Deploy ML models to Azure Kubernetes Service - CLI/SDK v1 - Azure Machine Learning (original) (raw)

Important

This article provides information on using the Azure Machine Learning SDK v1. The SDK v1 is deprecated as of March 31, 2025 and support for it will end on June 30, 2026. You're able to install and use the SDK v1 until that date.

We recommend that you transition to the SDK v2 before June 30, 2026. For more information on the SDK v2, see What is the Azure Machine Learning Python SDK v2 and the SDK v2 reference.

Learn how to use Azure Machine Learning to deploy a model as a web service on Azure Kubernetes Service (AKS). AKS is good for high-scale production deployments. Use AKS if you need one or more of the following capabilities:

When deploying to AKS, you deploy to an AKS cluster that's connected to your workspace. For information on connecting an AKS cluster to your workspace, see Create and attach an Azure Kubernetes Service cluster.

Note

Azure Machine Learning Endpoints (v2) provide an improved, simpler deployment experience. Endpoints support both real-time and batch inference scenarios. Endpoints provide a unified interface to invoke and manage model deployments across compute types. See What are Azure Machine Learning endpoints?.

Prerequisites

Understand deployment processes

The word deployment is used in both Kubernetes and Azure Machine Learning. Deployment has different meanings in these two contexts. In Kubernetes, a deployment is a concrete entity, specified with a declarative YAML file. A Kubernetes deployment has a defined lifecycle and concrete relationships to other Kubernetes entities such as Pods and ReplicaSets. You can learn about Kubernetes from docs and videos at What is Kubernetes?.

In Azure Machine Learning, deployment is used in the more general sense of making available and cleaning up your project resources. The steps that Azure Machine Learning considers part of deployment are:

  1. Zipping the files in your project folder, ignoring those specified in .amlignore or .gitignore
  2. Scaling up your compute cluster (relates to Kubernetes)
  3. Building or downloading the dockerfile to the compute node (relates to Kubernetes)
    1. The system calculates a hash of:
    2. The system uses this hash as the key in a lookup of the workspace Azure Container Registry (ACR)
    3. If it's not found, it looks for a match in the global ACR
    4. If it's not found, the system builds a new image that's cached and pushed to the workspace ACR
  4. Downloading your zipped project file to temporary storage on the compute node
  5. Unzipping the project file
  6. The compute node executing python <entry script> <arguments>
  7. Saving logs, model files, and other files written to ./outputs to the storage account associated with the workspace
  8. Scaling down compute, including removing temporary storage (relates to Kubernetes)
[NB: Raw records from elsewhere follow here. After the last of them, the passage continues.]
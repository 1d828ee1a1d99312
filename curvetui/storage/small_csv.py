"""Helpers for the small CSV files a user names (a chain of PIs, a versine survey): the
header and its delimiter, a cell as a number, a cell as a message quotes it, and the
error that lists every bad row at once."""

from __future__ import annotations

import csv
import math

from curvetui.inputs import InputError

MAX_PROBLEMS = 20  # problems listed in one message; the rest counted


class CsvFileError(InputError):
    """A file that cannot be used; ``problems`` names each row and column. ``what`` says
    what the file is ("survey", "points file")."""

    what = "file"

    def __init__(self, path: str, problems: list[str]):
        self.path = path
        self.problems = problems
        shown = problems[:MAX_PROBLEMS]
        more = len(problems) - len(shown)
        tail = f"; and {more} more" if more > 0 else ""
        super().__init__(f"{path}: cannot use this {self.what}: " + "; ".join(shown) + tail)


def cell_number(text: str, decimal_comma: bool) -> float | None:
    """A cell as a finite number (12,5 read as 12.5 in a semicolon file), else None."""
    t = text.strip()
    if decimal_comma and "," in t and "." not in t:
        t = t.replace(",", ".")
    try:
        x = float(t)
    except ValueError:
        return None
    return x if math.isfinite(x) else None


def quoted(text: str) -> str:
    """A cell as a message quotes it: control characters as escapes, at most 40 shown."""
    t = "".join(c if c.isprintable() else repr(c)[1:-1] for c in text)
    return "'" + (t if len(t) <= 40 else t[:40] + "...") + "'"


def header_names(line: str) -> tuple[list[str], str]:
    """The header's column names (stripped, lower case) and the delimiter that splits it
    into the most columns: comma, semicolon or tab."""
    best: list[str] = []
    delimiter = ","
    for candidate in (",", ";", "\t"):
        names = next(csv.reader([line], delimiter=candidate))
        if len(names) > len(best):
            best, delimiter = names, candidate
    return [n.strip().lower() for n in best], delimiter
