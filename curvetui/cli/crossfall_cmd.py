"""``curvetui crossfall``: a road bend's superelevation diagram as CSV - each station's
inside and outside cross slope and edge elevations relative to the profile grade line."""

from __future__ import annotations

import argparse
import csv
import io
import sys

from curvetui import CAUTION
from curvetui.cli import geometry_opts as geo
from curvetui.cli.common import add_units_option
from curvetui.inputs import InputError, parse_number
from curvetui.screen_text import clean

# The engine, the tables and file saving are imported in the functions that use them.

COLUMNS = (
    "station",
    "point",
    "element",
    "outside_slope_pct",
    "inside_slope_pct",
    "outside_elevation",
    "centreline_elevation",
    "inside_elevation",
)


def add_parser(sub) -> None:
    p = sub.add_parser(
        "crossfall",
        help="a road bend's superelevation diagram as CSV (edge cross slopes and elevations)",
        description="The cross slope of the inside and outside edges of a road bend, station "
        "by station through the runout, runoff and full superelevation, and the edge "
        "elevations relative to the profile grade line for the axis of rotation "
        "(--rotation-axis). Give the bend's inputs as `check road` takes them, or "
        "--project FILE --bend ID. Slopes in percent, + rising towards the outside edge.",
    )
    p.add_argument("--project", help="take the bend from this project file (with --bend)")
    p.add_argument("--bend", metavar="ID", help="the bend's id in --project")
    p.add_argument("--interval", help="station interval of the table (default 10 m or 25 ft)")
    p.add_argument("-o", "--output", help="CSV file to write (default: standard output)")
    geo.add_field_options(p, "road", tuple(f.key for f in _road_fields()))
    add_units_option(p)
    p.add_argument("--table", help="road design table by name or .toml path")
    p.set_defaults(run=run)


def _road_fields():
    from curvetui.bend.fields import fields_for

    return fields_for("road")


def run(args: argparse.Namespace) -> int:
    from curvetui.reports.superelevation_diagram import diagram_for_record

    record = _record(args)
    d = diagram_for_record(record)
    if isinstance(d, str):
        raise InputError(d)
    step = None
    if args.interval is not None:
        step = parse_number("--interval", args.interval, 0.1, 1000, d.length_label)
    try:
        rows = d.rows(step)
    except ValueError as exc:
        raise InputError(f"--interval: {exc}") from None
    text = csv_text(d, rows)
    for note in d.notes:
        sys.stderr.write(clean(f"curvetui: warning: {note}") + "\n")
    failed = record.get("status") == "fail"
    if failed:
        sys.stderr.write("curvetui: warning: this bend FAILS its checks (see `check road`)\n")
    if args.output in (None, "-"):
        sys.stdout.write(text)
    else:
        from curvetui.storage.files import atomic_write_text

        atomic_write_text(args.output, text)
        sys.stderr.write(clean(f"Superelevation diagram written: {args.output}") + "\n")
    return 1 if failed else 0


def _record(args: argparse.Namespace) -> dict:
    """The bend's record: from --project and --bend, else from the options."""
    from curvetui.bend.service import evaluate_bend
    from curvetui.core.units import unit_system

    given = geo.raw_inputs(args, "road")
    if args.project is None:
        if args.bend is not None:
            raise InputError("--bend: needs --project FILE")
        from curvetui.storage.tables import road_table

        units = unit_system(args.units)
        return evaluate_bend("road", given, units, road_table(args.table, units.name), None)
    if args.bend is None:
        raise InputError("--bend: give the bend's id with --project")
    if given:
        raise InputError(f"{geo_name(next(iter(given)))}: not with --project (edit the project)")
    from curvetui.storage.project.checking import evaluate, project_context
    from curvetui.storage.project.files import load_project

    project, _ = load_project(args.project)
    ids = [b.id for b in project.bends]
    if args.bend not in ids:
        raise InputError(f"--bend: no bend {args.bend!r} in the project (bends: {', '.join(ids)})")
    index = ids.index(args.bend)
    outcome = evaluate(project.bends[index], index, project_context(project))
    if outcome.record is None:
        raise InputError(outcome.error or "the bend could not be checked")
    return outcome.record


def geo_name(key: str) -> str:
    from curvetui.bend.fields import cli_name

    return cli_name(key)


def csv_text(d, rows) -> str:
    """The table as CSV: a header, a row per station, then comment lines (#) giving the
    units, the axis, the convention, any note and the caution."""
    buf = io.StringIO()
    w = csv.writer(buf, lineterminator="\n")
    ln = d.length_label
    w.writerow([f"{c}_{ln}" if c.endswith("_elevation") else c for c in COLUMNS])
    for p in rows:
        w.writerow(
            [
                f"{p.station:.4f}",
                p.key,
                p.element,
                f"{p.slope_out:.3f}",
                f"{p.slope_in:.3f}",
                f"{p.z_out:.4f}",
                f"{p.z_centreline:.4f}",
                f"{p.z_in:.4f}",
            ]
        )
    buf.write(
        f"# superelevation e {d.e:.3f} %, normal crown {d.e_nc:g} %; axis of rotation: "
        f"{d.axis}; half widths {d.w_out:g} {ln} (outside) and {d.w_in:g} {ln} (inside); "
        f"{d.placement}\n"
        "# slopes + rise towards the outside edge of the curve; elevations relative to the "
        "profile grade line (the centreline's profile at normal crown)\n"
    )
    for note in d.notes:
        buf.write(f"# NOTE: {note}\n")
    buf.write(f"# {CAUTION}\n")
    return buf.getvalue()
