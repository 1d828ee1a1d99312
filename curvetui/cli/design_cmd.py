"""``curvetui design road|rail``: propose a bend's radius, superelevation or cant and
transition (curvetui.bend.propose), then show the proposed bend checked through the one
path, with its verdict, messages and the caution."""

from __future__ import annotations

import argparse

from curvetui.bend.fields import input_keys
from curvetui.cli import geometry_opts as geo
from curvetui.cli.common import add_units_option, console, print_json
from curvetui.screen_text import clean, markup

# The engine, the tables and Rich are imported in the functions that use them (see road_cmd).


def add_parser(sub) -> None:
    design = sub.add_parser(
        "design",
        help="propose a radius, superelevation or cant and transition for one bend, or "
        "every bend of a project (--project)",
    )
    from curvetui.cli import (
        _Parser,  # the one-line errors of every sub-command
        design_project_cmd,
    )

    design_project_cmd.add_options(design)
    kinds = design.add_subparsers(dest="kind", parser_class=_Parser)
    road = kinds.add_parser(
        "road", help="propose a road bend (radius, superelevation, spiral) from its speed"
    )
    # the check's options, from the field list; none required here: the proposal sets the
    # radius and superelevation, and a missing speed is refused with its range by the parse
    geo.add_field_options(road, "road", input_keys("road"))
    add_units_option(road)
    road.add_argument(
        "--table", help="road design table by name or .toml path (see `curvetui tables`)"
    )
    road.add_argument(
        "--json", action="store_true", default=argparse.SUPPRESS, help="print one JSON object"
    )
    road.set_defaults(run=run)
    rail = kinds.add_parser(
        "rail", help="propose a rail curve's cant and transition (or the least radius)"
    )
    geo.add_field_options(rail, "rail", input_keys("rail"))
    rail.add_argument("--limits", help="rail limits by name or .toml path (see `curvetui tables`)")
    add_units_option(rail)
    rail.add_argument(
        "--json", action="store_true", default=argparse.SUPPRESS, help="print one JSON object"
    )
    rail.set_defaults(run=run)


def run(args: argparse.Namespace) -> int:
    """Propose, print, and exit 0 when the proposed bend passes, 1 when it does not."""
    from curvetui.bend.propose import propose
    from curvetui.core.units import unit_system
    from curvetui.storage.tables import rail_limits, road_table

    units = unit_system(args.units)
    if args.kind == "road":
        table, limits = road_table(args.table, units.name), None
    else:
        table, limits = None, rail_limits(args.limits, units.name)
    p = propose(args.kind, geo.raw_inputs(args, args.kind), units, table, limits)
    if args.json:
        print_json(p.to_json())
    else:
        print_proposal(p, units)
    return 0 if p.status == "pass" else 1


def print_proposal(p, units) -> None:
    """The proposal as a table (proposed beside current), its reasons, then the proposed
    bend's check as `check` prints it."""
    from rich.table import Table

    from curvetui.bend.fields import BY_KEY
    from curvetui.cli.rail_cmd import print_rail
    from curvetui.cli.road_cmd import print_road

    out = console()
    grid = Table(title=f"Proposal for a {p.kind} bend")
    grid.add_column("Input")
    grid.add_column("Proposed", justify="right")
    grid.add_column("Current", justify="right")
    grid.add_column("Unit")
    for key, value in p.proposed.items():
        f = BY_KEY[key]
        current = p.current.get(key)
        grid.add_row(
            f.label,
            "blank" if value is None else f"{value:g}",
            "blank" if current is None else markup(clean(str(current), one_line=True)),
            f.unit_label(units),
        )
    out.print(grid)
    out.print("[b]Why[/]")
    for line in p.reasons:
        out.print(f"  - {clean(line)}", markup=False)
    out.print("[b]The proposed bend, checked[/]")
    if p.kind == "road":
        print_road(p.record, units)
    else:
        print_rail(p.record, units)  # its caution line too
Azure Machine Learning router

The front-end component (azureml-fe) that routes incoming inference requests to deployed services automatically scales as needed. Scaling of azureml-fe is based on the AKS cluster purpose and size (number of nodes). The cluster purpose and nodes are configured when you create or attach an AKS cluster. There's one azureml-fe service per cluster, which might be running on multiple pods.

Important

Azureml-fe scales both up (vertically) to use more cores, and out (horizontally) to use more pods. When making the decision to scale up, the time that it takes to route incoming inference requests is used. If this time exceeds the threshold, a scale-up occurs. If the time to route incoming requests continues to exceed the threshold, a scale-out occurs.

When scaling down and in, CPU usage is used. If the CPU usage threshold is met, the front end is first scaled down. If the CPU usage drops to the scale-in threshold, a scale-in operation happens. Scaling up and out only occurs if there are enough cluster resources available.

When scale-up or scale-down, azureml-fe pods are restarted to apply the cpu/memory changes. Restarts don't affect inferencing requests.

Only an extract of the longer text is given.